Trade literature was, as the RIBA and the other professional bodies had emphasized, an essential source of information for the architect, surveyor and builder. The amount of trade literature produced and distributed was still growing. The estimated figure for 1950 of a thousand or more firms making building products, using around 10 000 trade names, had risen by the mid-1960s to 8 000 or so producers marketing some 20 000 products to 150 000 potential customers. Some contestable estimates put the number of firms much higher. There were in the mid-1960s, for example, at least 48 manufacturers of metal window frames in Britain [64].

One cause of the growth was ascribed to the phenomenon called ‘the information explosion’ which afflicted the Western world about this time. A dramatic description of the "extraordinary situation [...] when new material is being produced faster than ever before" compared it to "a process very like fission" [65]. A more homely description was given by James Thurber who wrote to the effect that there was so much information that it was impossible to find out what you wanted to know. The other cause adduced for the increase was that "every year, more of the elements of building are produced in the factory instead of by craftsmen on the site", forgetting or ignoring (but surely not unaware of) the fact that this had been going on for well over a century [66].

Much of this trade literature came from manufacturers who were not following the clear advice of the Building Centre’s Guide and who claimed that conforming would cramp their design style. One maverick, a major window manufacturer, claimed he was glad others used standard size literature; his catalogue was produced to gigantic proportions so it would be unfileable and "would thus remain at all times on the drawing board" [60].
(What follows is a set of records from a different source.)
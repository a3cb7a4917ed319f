// <strata-chart>: draws a Strata chart spec as SVG in the page.
//
//   <strata-chart src="data.csv">
//     <script type="application/json">{ "layers": [ ... ] }</script>
//   </strata-chart>
//   <script type="module" src="strata/strata-chart.js"></script>
//
// The WebAssembly engine loads once per page, on first use. Any failure (bad
// spec, unreachable data, a parse error) shows a message in the chart's
// place and fires `strata-error`; nothing is thrown into the page, and a
// pre-rendered <svg> already inside the element is kept until a new drawing
// replaces it. Nothing from the spec or the data is ever run as script or
// parsed as HTML: the engine escapes all text, and messages are set as text.

const ENGINE_URLS = {
  core: new URL('./pkg/strata_wasm.js', import.meta.url),
  // The Arrow add-on: decodes Arrow IPC into columns the core engine reads
  // (render_columns). Loaded only for Arrow data.
  arrow: new URL('./pkg/strata_wasm_arrow.js', import.meta.url),
  // The core engine with maps, loaded instead of the core for specs with
  // `shapes` or `coords.kind: map` (the core refuses those).
  maps: new URL('./pkg/strata_wasm_maps.js', import.meta.url),
};
const SVG_NS = 'http://www.w3.org/2000/svg';

const engines = {};
const loaded = {};
let instances = 0;

/**
 * Load an engine module once for the whole page. After a trap, `dropEngine`
 * forgets it and the next chart loads a fresh instance: a new module URL
 * (the `instance` query) gives a new module record and so new WebAssembly
 * memory, since the old instance's state cannot be trusted.
 */
function loadEngine(kind = 'core') {
  if (!engines[kind]) {
    const url = new URL(ENGINE_URLS[kind]);
    if (instances > 0) url.searchParams.set('instance', String(instances));
    const loading = import(url.href).then(async (m) => {
      await m.default();
      loaded[kind] = m;
      return m;
    });
    engines[kind] = loading;
    // A failed load may be retried by the next chart.
    loading.catch(() => {
      if (engines[kind] === loading) delete engines[kind];
    });
  }
  return engines[kind];
}

/** Forget an engine that trapped (a panic, a stack overflow, out of memory). */
function dropEngine(kind, module) {
  if (loaded[kind] !== module) return; // already replaced by a fresh one
  delete loaded[kind];
  delete engines[kind];
  instances += 1;
}

/** How long a spec or data fetch may take, in seconds, when the `timeout` attribute does not say. */
const DEFAULT_TIMEOUT_S = 30;

/** Arrow IPC file ("ARROW1") or stream (continuation marker 0xFFFFFFFF). */
function isArrow(bytes, name, spec) {
  if (spec && typeof spec.data === 'object' && spec.data && spec.data.format) return spec.data.format === 'arrow';
  if (bytes && bytes.length >= 6) {
    const magic = String.fromCharCode(...bytes.subarray(0, 6));
    if (magic === 'ARROW1') return true;
    if (bytes[0] === 0xff && bytes[1] === 0xff && bytes[2] === 0xff && bytes[3] === 0xff) return true;
  }
  return /\.(arrow|arrows|ipc|feather)$/i.test(name || '');
}

let styled = false;
/** Element defaults through a constructed stylesheet: allowed under a strict CSP. */
function adoptStyles() {
  if (styled || typeof CSSStyleSheet === 'undefined' || !('adoptedStyleSheets' in document)) return;
  styled = true;
  try {
    const sheet = new CSSStyleSheet();
    sheet.replaceSync(
      'strata-chart{display:block;max-width:100%;position:relative}' +
      'strata-chart>.strata-tooltip{position:absolute;z-index:1;pointer-events:none;max-width:18em;' +
      'font:13px/1.35 system-ui,sans-serif;padding:.3em .55em;border-radius:3px;' +
      'color:var(--strata-tooltip-text,#fff);background:var(--strata-tooltip-background,#1d232b)}' +
      'strata-chart>.strata-tooltip[hidden]{display:none}' +
      'strata-chart>svg.strata{display:block;max-width:100%;height:auto}' +
      'strata-chart>details.strata-data{font:13px/1.4 system-ui,sans-serif;margin:.25em 0 0}' +
      'strata-chart>details.strata-data>summary{cursor:pointer}' +
      'strata-chart>details.strata-data>table{display:block;max-height:24em;overflow:auto;border-collapse:collapse;margin:.4em 0}' +
      'strata-chart .strata-data :is(th,td){padding:.15em .6em;text-align:left;white-space:nowrap}' +
      'strata-chart .strata-data td.strata-num{text-align:right;font-variant-numeric:tabular-nums}' +
      'strata-chart .strata-data caption{text-align:left;font-weight:600;padding:.2em 0}' +
      'strata-chart>.strata-error{font:14px/1.4 system-ui,sans-serif;padding:.75em 1em;' +
      'border:1px solid var(--strata-error-border,#b3261e);color:var(--strata-error-text,#8c1d18);' +
      'background:var(--strata-error-background,#fdf3f2);white-space:pre-wrap;overflow-wrap:anywhere}'
    );
    document.adoptedStyleSheets = [...document.adoptedStyleSheets, sheet];
  } catch {
    /* styling is a nicety; drawing does not depend on it */
  }
}

let policy;
/** A Trusted Types policy for the engine's SVG, where the page enforces them. */
function trusted(svgText) {
  if (typeof window.trustedTypes === 'undefined') return svgText;
  if (policy === undefined) {
    try {
      policy = window.trustedTypes.createPolicy('strata', { createHTML: (s) => s });
    } catch {
      policy = null;
    }
  }
  return policy ? policy.createHTML(svgText) : svgText;
}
There was, however, some help for architects wishing to protect themselves from the onslaught of product data and the blandishments of the manufacturers. Regular reviews of new products (or catalogues) and design guides were included in the professional journals. The Greater London Council (formerly the London County Council) began producing its intrepid Development and Materials Bulletin which provided what would later be termed ‘feedback’ on its experience in using proprietary products [67]. There was also the diligent selectivity of the design office librarians.

Yet there was a ‘Dame Partington’ protest against "catalogue architecture, buildings which are mere assemblies of manufactured products the architect has not designed [in which] the various components do not assemble together satisfactorily, and the architect spends his time trying to reconcile them". But equally there was the opposite tendency, where "the revival of handmade materials and textures, often tinged by the attempts to imitate products of a disappearing peasant culture" recalled the Luddites [66].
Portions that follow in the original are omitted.